His informal, self-imposed Instructor duties included writing thank-you notes to every contributor, and carrying on personal correspondence with many of the stake “Instructor Use Directors” – an obsolete calling now, of course, but then an inservice position that involved helping teachers within each stake incorporate the techniques and materials provided by the Instructor. Boyd followed up on every complaint, whether it concerned an undelivered magazine or a problem with the magazine’s content. In June 1965 when a reader complained that the Instructor used too many pictures of children on its covers, Boyd analyzed the covers that had been produced during his tenure.

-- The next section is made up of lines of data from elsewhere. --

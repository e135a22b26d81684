"""The instruments of a bench: profiles loaded once, capabilities for the planner, opened drivers.

Everything instrument-specific comes from the profiles the bench file names; the address string
alone picks the transport.
"""

from __future__ import annotations

import logging
from dataclasses import dataclass, field
from pathlib import Path

from bench.drivers.analyzer import Analyzer, load_analyzer_profile
from bench.errors import BenchError, ConfigError
from bench.planning import AnalyzerCaps, bench_caps
from bench.transports import open_transport

__all__ = ["ROLES", "Station", "capabilities", "connect_station", "identify_all", "needs_of",
           "open_role", "profiles_for", "stage_limits"]

log = logging.getLogger("bench.instruments")

#: Instrument roles of a bench file, in the order they are opened.
ROLES = ("analyzer", "stage", "mast", "turntable", "supply")


@dataclass
class Station:
    """The opened instruments of a bench. Built by a connector; closed and rebuilt on faults.

    Attributes
    ----------
    analyzer : bench.drivers.analyzer.Analyzer
    stage, mast, turntable, supply : drivers or None
    identities : dict
        ``*IDN?`` / banner of each instrument, for the manifest.
    """

    analyzer: object
    stage: object | None = None
    mast: object | None = None
    turntable: object | None = None
    supply: object | None = None
    identities: dict = field(default_factory=dict)

    def close(self) -> None:
        """Close every opened instrument; a failure to close never hides the fault being handled."""
        for dev in (self.analyzer, self.stage, self.mast, self.turntable, self.supply):
            if dev is not None:
                _close_quietly(dev)


def _close_quietly(device) -> None:
    try:
        device.close() if hasattr(device, "close") else device.transport.close()
    except Exception:  # noqa: BLE001 - closing after a fault must not hide the fault
        pass


def _base(bench) -> Path | None:
    path = getattr(bench, "source_path", None)
    return Path(path).parent if path else None


def profiles_for(bench) -> dict:
    """Load every profile the bench file names (errors name the bench section)."""
    from bench.drivers.positioner import PositionerProfile
    from bench.drivers.stage import StageProfile
    from bench.drivers.supply import load_supply_profile

    base = _base(bench)
    out = {"analyzer": _load(lambda: load_analyzer_profile(bench.analyzer.profile, base_dir=base), "analyzer")}
    if bench.stage is not None:
        out["stage"] = _load(lambda: StageProfile.load(bench.stage.profile, base_dir=base), "stage")
    if bench.mast is not None:
        out["mast"] = _load(lambda: PositionerProfile.load(bench.mast.profile, base_dir=base), "mast")
    if bench.turntable is not None:
        out["turntable"] = _load(lambda: PositionerProfile.load(bench.turntable.profile, base_dir=base), "turntable")
    if getattr(bench, "supply", None) is not None:
        out["supply"] = _load(lambda: load_supply_profile(bench.supply.profile, base_dir=base), "supply")
    return out


def _load(fn, section: str):
    try:
        return fn()
    except ConfigError as exc:
        if exc.key is None:
            exc.key = f"[{section}] profile"
            exc.args = (exc.one_line(),)
        raise


def capabilities(bench, profiles: dict | None = None):
    """Planner capabilities from the bench file and its profiles."""
    profiles = profiles or profiles_for(bench)
    ap = profiles["analyzer"]
    analyzer = AnalyzerCaps(max_points=ap.max_points, min_points=ap.min_points, sweep_time_k=ap.sweep_time_k,
                            min_sweep_time_s=ap.min_sweep_time_s, transfer_bytes_per_s=ap.transfer_bytes_per_s,
                            command_overhead_s=ap.command_overhead_s,
                            wire_bytes_per_point=ap.trace.bytes_per_point)
    kwargs = {}
    if "stage" in profiles:
        kwargs["stage_accel_m_per_s2"] = profiles["stage"].accel_m_per_s2
    if "mast" in profiles and profiles["mast"].mast is not None:
        kwargs["mast_speed_m_per_s"] = profiles["mast"].mast.speed_per_s
    if "turntable" in profiles and profiles["turntable"].turntable is not None:
        kwargs["turntable_speed_deg_per_s"] = profiles["turntable"].turntable.speed_per_s
    return bench_caps(bench, analyzer=analyzer, **kwargs)


def stage_limits(section):
    """The stage's safety limits as the bench file produced them (x/y/z/A, safe z, feed, tolerance)."""
    return section.safety_limits


def connect_station(bench, profiles: dict, *, needs: set[str], wait=None, poll_sleep=None) -> Station:
    """Open and initialise the instruments a plan needs; close what was opened on failure.

    Parameters
    ----------
    bench : bench.benchfile.Bench
    profiles : dict
        The bench's profiles by role, loaded once (:func:`profiles_for`).
    needs : set of str
        Roles the plan uses: ``analyzer`` always; ``stage``, ``mast``, ``turntable``, ``supply``.
    wait : callable, optional
        ``wait(seconds)`` for settle times (the simulated bench passes its virtual clock).
    poll_sleep : callable, optional
        Sleep between busy polls of the mast and turntable (default ``time.sleep``; the
        simulated bench advances its own clock on every poll and passes a no-op).
    """
    station = Station(analyzer=None)
    try:
        for role in ROLES:
            if role != "analyzer" and (role not in needs or getattr(bench, role, None) is None):
                continue
            device, identity = open_role(bench, role, profiles, wait=wait, poll_sleep=poll_sleep)
            setattr(station, role, device)
            station.identities[role] = identity
        return station
    except BaseException:
        station.close()
        raise


def needs_of(plan, kinds) -> set[str]:
    """Instrument roles a plan uses: from the poses of its actions and its steps' kinds."""
    needs = {"analyzer"}
    for a in plan.actions:
        if not a.board_powered:
            needs.add("supply")
        pose = a.pose
        if pose is not None and hasattr(pose, "tool"):
            needs.add("stage")
        if pose is not None and (getattr(pose, "height_m", None) is not None
                                 or getattr(pose, "polarization", None) is not None):
            needs.add("mast")
        if pose is not None and getattr(pose, "azimuth_deg", None) is not None:
            needs.add("turntable")
    for kind, step in kinds:
        needs.update(kind.instruments(step))
    return needs


def _open_analyzer(section, profile, options: dict):
    device = Analyzer(open_transport(section.address, _with_timeout(profile.io, section.timeout_s)), profile,
                      sleep=options["poll_sleep"])
    return device, device.initialize


def _open_stage(section, profile, options: dict):
    from bench.drivers.stage import Stage

    device = Stage.open(section.address, profile, stage_limits(section), baudrate=section.baudrate)

    def start() -> str:
        identity = device.connect() or section.address
        if options["home"]:
            device.home()  # no move is allowed before homing
        return identity

    return device, start


def _open_mast(section, profile, options: dict):
    from bench.drivers.positioner import Mast, MastLimits

    device = Mast.open(section.address, profile, MastLimits(tuple(section.height_limits_m)),
                       sleep=options["poll_sleep"])
    return device, lambda: device.connect() or section.address


def _open_turntable(section, profile, options: dict):
    from bench.drivers.positioner import Turntable, TurntableLimits

    device = Turntable.open(section.address, profile, TurntableLimits(tuple(section.azimuth_limits_deg)),
                            sleep=options["poll_sleep"])
    return device, lambda: device.connect() or section.address


def _open_supply(section, profile, options: dict):
    from bench.drivers.supply import Supply

    device = Supply(open_transport(section.address, profile.io), profile, wait=options["wait"])
    return device, device.initialize


_OPENERS = {"analyzer": _open_analyzer, "stage": _open_stage, "mast": _open_mast,
            "turntable": _open_turntable, "supply": _open_supply}


def open_role(bench, role: str, profiles: dict, *, wait=None, poll_sleep=None, home: bool = True):
    """Open one instrument of the bench and initialise it; returns (driver, identity text).

    The stage is homed (``home=True``) because no move is allowed before homing.
    """
    import time

    opener = _OPENERS.get(role)
    if opener is None:
        raise ConfigError(f"unknown instrument role {role!r}")
    options = {"wait": wait, "poll_sleep": poll_sleep or time.sleep, "home": home}
    device, start = opener(getattr(bench, role), profiles[role], options)
    try:
        return device, start()
    except BaseException:
        _close_quietly(device)
        raise


def _with_timeout(io, timeout_s: float):
    from dataclasses import replace

    return replace(io, timeout_s=timeout_s)


def identify_all(bench, profiles: dict | None = None):
    """(role, address, identity or 'ERROR: ...') for every instrument of a bench file.

    Each instrument is opened on its own (one failing does not hide the others); nothing moves:
    the stage is not homed.
    """
    rows = []
    profiles = profiles or profiles_for(bench)
    for role in ROLES:
        section = getattr(bench, role, None)
        if section is None:
            continue
        try:
            device, identity = open_role(bench, role, profiles, home=False)
            _close_quietly(device)
            rows.append((role, section.address, identity))
        except BenchError as exc:
            rows.append((role, section.address, f"ERROR: {exc}"))
    return rows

He found they had featured

89 children, consisting of 37 boys, 40 girls, 8 babies, and 4 student groups.

76 adults, consisting of 13 teen-agers, 8 fathers, 11 mothers, 36 unidentified adults, 4 teachers, 5 grandmas, 4 grandpas, and 1 missionary.

14 miscellaneous items such as 4 statues, 1 rocket, 1 thresher, 1 assortment of fruit, 1 group of covered wagons, 4 arrangements of flowers, 1 temple (Manti) and the World’s Fair Pavilion.

37 animals consisting of 5 birds, 5 chicks, 4 horses, 3 ducks, 5 swans, 2 geese, 2 dogs, 2 sheep, 1 butterfly, 1 turkey, 1 pigeon, 1 calf, 1 chicken, 1 cat, 1 donkey, 1 ox, and 1 cute pig.

The record does not inform us how he responded to the complainer, but you can’t say he didn’t take the complaint seriously, or that he didn’t investigate. (Also, it’s good to know that it was a cute pig on the cover, isn’t it?)

Boyd was not quite 49 years of age when he passed away in August, 1965. His good friend and fellow church worker, and an old Scout himself, Lorin F. Wheelwright wrote a hymn in Boyd’s honor, recalling the hundreds of boys whom he had guided to independence and achievement through the Boy Scouts, as well as the tens of thousands of church members he had affected through his work on the Instructor:

Let’s measure Boyd not by his years,
Nor by his glow of health;
Let’s seek his size in the hearts of boys,
And the soul’s eternal wealth.
The master’s words that shaped his life
Glow bright for us to see:
“When ye give new hope to the least of these,
Ye do so unto me!”

In 2005, his wife and surviving son and daughter remembered Boyd with a tribute in the newspaper:

Boyd O. Hatch 1916 ~ 1965. Soldier, scholar, scouter, husband, father, humanitarian, the finest man I’ve ever known. It’s been 40 years since your passing. We still miss your kindness and guidance every day. We know you and Brent are watching over us. Love always.